▶ _What you are asked to do_
Below is some data; print it all back exactly.

· · · · · · ·

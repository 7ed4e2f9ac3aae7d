package saltspoke.atmosphere.stations;

import java.util.ArrayList;
import java.util.List;
import java.util.Optional;
import saltspoke.atmosphere.DiurnalCycle;
import saltspoke.atmosphere.FrostDays;
import saltspoke.atmosphere.SaturationPressure;
import saltspoke.atmosphere.WetHours;
import saltspoke.atmosphere.stations.Coverage.Verdict;
import saltspoke.atmosphere.stations.MonthSums.Sum;
import saltspoke.sources.hourly.HourlyQuantity;

/**
 * Judges and counts a year. Not safe for several threads: it keeps its working arrays.
 *
 * <p>Relative humidity is 100 e(dew point) / e(temperature), both over water (WMO-No. 8, 2018, part
 * I, annex 4.B), where the file has a dew point; else the file's own.
 */
public final class YearCounter {
  private static final int DAY = 24;

  private final double[] humidityPct = new double[366 * DAY];
  private final boolean[] usable = new boolean[366 * DAY];

  /**
   * Tests, judges and counts; values of the year that fail are struck out in it.
   *
   * @param hoursAheadOfClock how far the station's day runs ahead of its clock: its longitude over
   *     15 for UTC, 0 for local time
   */
  public YearStatistics count(YearHours year, int hoursAheadOfClock) {
    QualityTests.Struck struck = QualityTests.run(year);
    long reports = humidities(year);
    int rhythm = Coverage.rhythm(year, usable);
    List<Optional<MonthSums>> months = new ArrayList<>(YearHours.MONTHS);
    int tooFew = 0;
    int longGap = 0;
    for (int month = 0; month < YearHours.MONTHS; month++) {
      Verdict verdict = Coverage.of(year, month, usable, rhythm);
      tooFew += verdict == Verdict.TOO_FEW ? 1 : 0;
      longGap += verdict == Verdict.LONG_GAP ? 1 : 0;
      months.add(
          verdict == Verdict.KEPT
              ? Optional.of(month(year, month, rhythm, hoursAheadOfClock))
              : Optional.empty());
    }
    return new YearStatistics(
        year.year(),
        new YearStatistics.Quality(
            year.rows(),
            year.impossible(),
            struck.spikes(),
            struck.stuck(),
            struck.dewPointAbove(),
            year.duplicates(),
            reports,
            year.slots() - reports,
            rhythm,
            tooFew,
            longGap),
        months);
  }

  private long humidities(YearHours year) {
    double[] temperature = year.of(HourlyQuantity.TEMPERATURE);
    double[] dewPoint = year.of(HourlyQuantity.DEW_POINT);
    double[] own = year.of(HourlyQuantity.RELATIVE_HUMIDITY);
    double[] low = year.of(HourlyQuantity.DAY_MINIMUM);
    double[] high = year.of(HourlyQuantity.DAY_MAXIMUM);
    long reports = 0;
    for (int i = 0; i < year.slots(); i++) {
      double t = temperature[i];
      double rh;
      if (Double.isNaN(dewPoint[i])) {
        rh = own[i];
      } else if (year.isDaily() && high[i] > low[i]) {
        rh = dayMeanPct(t, high[i] - low[i], dewPoint[i]);
      } else {
        rh = pct(dewPoint[i], t);
      }
      rh = Math.min(100, rh);
      humidityPct[i] = rh;
      usable[i] = !Double.isNaN(t) && !Double.isNaN(rh);
      reports += usable[i] ? 1 : 0;
    }
    return reports;
  }

  static double pct(double dewPointC, double temperatureC) {
    return 100
        * SaturationPressure.overWaterHpa(dewPointC)
        / SaturationPressure.overWaterHpa(temperatureC);
  }

  /**
   * Mean of the hourly humidity of a day of which only means and range are known: the dew point
   * held, the temperature by the usual cycle. The humidity of the means alone would be too low.
   */
  private static double dayMeanPct(double meanC, double rangeK, double dewPointC) {
    double sum = 0;
    for (int hour = 0; hour < DAY; hour++) {
      double t = DiurnalCycle.temperatureC(meanC, rangeK, hour + 0.5);
      sum += Math.min(100, pct(dewPointC, t));
    }
    return sum / DAY;
  }

  private MonthSums month(YearHours year, int month, int rhythm, int ahead) {
    double[] temperature = year.of(HourlyQuantity.TEMPERATURE);
    double[] direction = year.of(HourlyQuantity.WIND_DIRECTION);
    double[] speed = year.of(HourlyQuantity.WIND_SPEED);
    MonthSums sums = new MonthSums();
    int from = year.from(month);
    int to = year.from(month + 1);
    sums.add(Sum.YEARS, 1);
    sums.add(Sum.PLACES, to - from);
    for (int i = from; i < to; i++) {
      if (usable[i]) {
        double t = temperature[i];
        double rh = humidityPct[i];
        sums.add(Sum.REPORTS, 1);
        sums.add(Sum.TEMPERATURE, Math.round(1000 * t));
        sums.add(Sum.HUMIDITY, Math.round(1000 * rh));
        sums.humidity(rh);
        if (!year.isDaily()) {
          sums.count(Sum.WET, rh > WetHours.WET_RH_PCT && t > WetHours.WET_TEMPERATURE_C);
          sums.count(Sum.ABOVE_33, rh > 33);
          sums.count(Sum.ABOVE_75, rh > 75);
          sums.count(Sum.ABOVE_80, rh > WetHours.WET_RH_PCT);
          sums.count(Sum.BELOW_0, t < 0);
        }
      }
      if (speed[i] == 0 || (!Double.isNaN(speed[i]) && !Double.isNaN(direction[i]))) {
        sums.wind(direction[i], speed[i]);
      }
    }
    if (year.isDaily()) {
      reportedExtremes(year, from, to, sums);
    } else {
      countedExtremes(year, from, to, rhythm, ahead, sums);
    }
    return sums;
  }

  private static void reportedExtremes(YearHours year, int from, int to, MonthSums sums) {
    double[] low = year.of(HourlyQuantity.DAY_MINIMUM);
    double[] high = year.of(HourlyQuantity.DAY_MAXIMUM);
    for (int i = from; i < to; i++) {
      if (high[i] >= low[i]) {
        day(low[i], high[i], sums);
      }
    }
  }

  /** Days by the sun: those of the station's own clock that begin within the month. */
  private void countedExtremes(
      YearHours year, int from, int to, int rhythm, int ahead, MonthSums sums) {
    double[] temperature = year.of(HourlyQuantity.TEMPERATURE);
    int begin = from + Math.floorMod(-ahead, DAY);
    for (int day = begin; day < to && day + DAY <= year.slots(); day += DAY) {
      double low = Double.POSITIVE_INFINITY;
      double high = Double.NEGATIVE_INFINITY;
      int count = 0;
      for (int i = day; i < day + DAY; i++) {
        double t = temperature[i];
        if (!Double.isNaN(t)) {
          low = t < low ? t : low;
          high = t > high ? t : high;
          count++;
        }
      }
      if (count >= Coverage.LEAST_SHARE * DAY / rhythm) {
        day(low, high, sums);
      }
    }
  }

  private static void day(double low, double high, MonthSums sums) {
    sums.add(Sum.DAYS, 1);
    sums.add(Sum.RANGE, Math.round(1000 * (high - low)));
    sums.count(Sum.FROST_DAYS, low < FrostDays.FROST_C);
    sums.count(
        Sum.NEAR_FREEZING_DAYS,
        low < FrostDays.SALTING_MINIMUM_C && high > FrostDays.SALTING_MAXIMUM_C);
  }
}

· · · · · · ·

▶ _Solution for this task_
repository 7ed4e2f9ac3aae7d
package saltspoke.atmosphere.stations;

import java.util.ArrayList;
import java.util.List;
import java.util.Optional;
import saltspoke.atmosphere.DiurnalCycle;
import saltspoke.atmosphere.FrostDays;
import saltspoke.atmosphere.SaturationPressure;
import saltspoke.atmosphere.WetHours;
import saltspoke.atmosphere.stations.Coverage.Verdict;
import saltspoke.atmosphere.stations.MonthSums.Sum;
import saltspoke.sources.hourly.HourlyQuantity;

/**
 * Judges and counts a year. Not safe for several threads: it keeps its working arrays.
 *
 * <p>Relative humidity is 100 e(dew point) / e(temperature), both over water (WMO-No. 8, 2018, part
 * I, annex 4.B), where the file has a dew point; else the file's own.
 */
public final class YearCounter {
  private static final int DAY = 24;

  private final double[] humidityPct = new double[366 * DAY];
  private final boolean[] usable = new boolean[366 * DAY];

  /**
   * Tests, judges and counts; values of the year that fail are struck out in it.
   *
   * @param hoursAheadOfClock how far the station's day runs ahead of its clock: its longitude over
   *     15 for UTC, 0 for local time
   */
  public YearStatistics count(YearHours year, int hoursAheadOfClock) {
    QualityTests.Struck struck = QualityTests.run(year);
    long reports = humidities(year);
    int rhythm = Coverage.rhythm(year, usable);
    List<Optional<MonthSums>> months = new ArrayList<>(YearHours.MONTHS);
    int tooFew = 0;
    int longGap = 0;
    for (int month = 0; month < YearHours.MONTHS; month++) {
      Verdict verdict = Coverage.of(year, month, usable, rhythm);
      tooFew += verdict == Verdict.TOO_FEW ? 1 : 0;
      longGap += verdict == Verdict.LONG_GAP ? 1 : 0;
      months.add(
          verdict == Verdict.KEPT
              ? Optional.of(month(year, month, rhythm, hoursAheadOfClock))
              : Optional.empty());
    }
    return new YearStatistics(
        year.year(),
        new YearStatistics.Quality(
            year.rows(),
            year.impossible(),
            struck.spikes(),
            struck.stuck(),
            struck.dewPointAbove(),
            year.duplicates(),
            reports,
            year.slots() - reports,
            rhythm,
            tooFew,
            longGap),
        months);
  }

  private long humidities(YearHours year) {
    double[] temperature = year.of(HourlyQuantity.TEMPERATURE);
    double[] dewPoint = year.of(HourlyQuantity.DEW_POINT);
    double[] own = year.of(HourlyQuantity.RELATIVE_HUMIDITY);
    double[] low = year.of(HourlyQuantity.DAY_MINIMUM);
    double[] high = year.of(HourlyQuantity.DAY_MAXIMUM);
    long reports = 0;
    for (int i = 0; i < year.slots(); i++) {
      double t = temperature[i];
      double rh;
      if (Double.isNaN(dewPoint[i])) {
        rh = own[i];
      } else if (year.isDaily() && high[i] > low[i]) {
        rh = dayMeanPct(t, high[i] - low[i], dewPoint[i]);
      } else {
        rh = pct(dewPoint[i], t);
      }
      rh = Math.min(100, rh);
      humidityPct[i] = rh;
      usable[i] = !Double.isNaN(t) && !Double.isNaN(rh);
      reports += usable[i] ? 1 : 0;
    }
    return reports;
  }

  static double pct(double dewPointC, double temperatureC) {
    return 100
        * SaturationPressure.overWaterHpa(dewPointC)
        / SaturationPressure.overWaterHpa(temperatureC);
  }

  /**
   * Mean of the hourly humidity of a day of which only means and range are known: the dew point
   * held, the temperature by the usual cycle. The humidity of the means alone would be too low.
   */
  private static double dayMeanPct(double meanC, double rangeK, double dewPointC) {
    double sum = 0;
    for (int hour = 0; hour < DAY; hour++) {
      double t = DiurnalCycle.temperatureC(meanC, rangeK, hour + 0.5);
      sum += Math.min(100, pct(dewPointC, t));
    }
    return sum / DAY;
  }

  private MonthSums month(YearHours year, int month, int rhythm, int ahead) {
    double[] temperature = year.of(HourlyQuantity.TEMPERATURE);
    double[] direction = year.of(HourlyQuantity.WIND_DIRECTION);
    double[] speed = year.of(HourlyQuantity.WIND_SPEED);
    MonthSums sums = new MonthSums();
    int from = year.from(month);
    int to = year.from(month + 1);
    sums.add(Sum.YEARS, 1);
    sums.add(Sum.PLACES, to - from);
    for (int i = from; i < to; i++) {
      if (usable[i]) {
        double t = temperature[i];
        double rh = humidityPct[i];
        sums.add(Sum.REPORTS, 1);
        sums.add(Sum.TEMPERATURE, Math.round(1000 * t));
        sums.add(Sum.HUMIDITY, Math.round(1000 * rh));
        sums.humidity(rh);
        if (!year.isDaily()) {
          sums.count(Sum.WET, rh > WetHours.WET_RH_PCT && t > WetHours.WET_TEMPERATURE_C);
          sums.count(Sum.ABOVE_33, rh > 33);
          sums.count(Sum.ABOVE_75, rh > 75);
          sums.count(Sum.ABOVE_80, rh > WetHours.WET_RH_PCT);
          sums.count(Sum.BELOW_0, t < 0);
        }
      }
      if (speed[i] == 0 || (!Double.isNaN(speed[i]) && !Double.isNaN(direction[i]))) {
        sums.wind(direction[i], speed[i]);
      }
    }
    if (year.isDaily()) {
      reportedExtremes(year, from, to, sums);
    } else {
      countedExtremes(year, from, to, rhythm, ahead, sums);
    }
    return sums;
  }

  private static void reportedExtremes(YearHours year, int from, int to, MonthSums sums) {
    double[] low = year.of(HourlyQuantity.DAY_MINIMUM);
    double[] high = year.of(HourlyQuantity.DAY_MAXIMUM);
    for (int i = from; i < to; i++) {
      if (high[i] >= low[i]) {
        day(low[i], high[i], sums);
      }
    }
  }

  /** Days by the sun: those of the station's own clock that begin within the month. */
  private void countedExtremes(
      YearHours year, int from, int to, int rhythm, int ahead, MonthSums sums) {
    double[] temperature = year.of(HourlyQuantity.TEMPERATURE);
    int begin = from + Math.floorMod(-ahead, DAY);
    for (int day = begin; day < to && day + DAY <= year.slots(); day += DAY) {
      double low = Double.POSITIVE_INFINITY;
      double high = Double.NEGATIVE_INFINITY;
      int count = 0;
      for (int i = day; i < day + DAY; i++) {
        double t = temperature[i];
        if (!Double.isNaN(t)) {
          low = t < low ? t : low;
          high = t > high ? t : high;
          count++;
        }
      }
      if (count >= Coverage.LEAST_SHARE * DAY / rhythm) {
        day(low, high, sums);
      }
    }
  }

  private static void day(double low, double high, MonthSums sums) {
    sums.add(Sum.DAYS, 1);
    sums.add(Sum.RANGE, Math.round(1000 * (high - low)));
    sums.count(Sum.FROST_DAYS, low < FrostDays.FROST_C);
    sums.count(
        Sum.NEAR_FREEZING_DAYS,
        low < FrostDays.SALTING_MINIMUM_C && high > FrostDays.SALTING_MAXIMUM_C);
  }
}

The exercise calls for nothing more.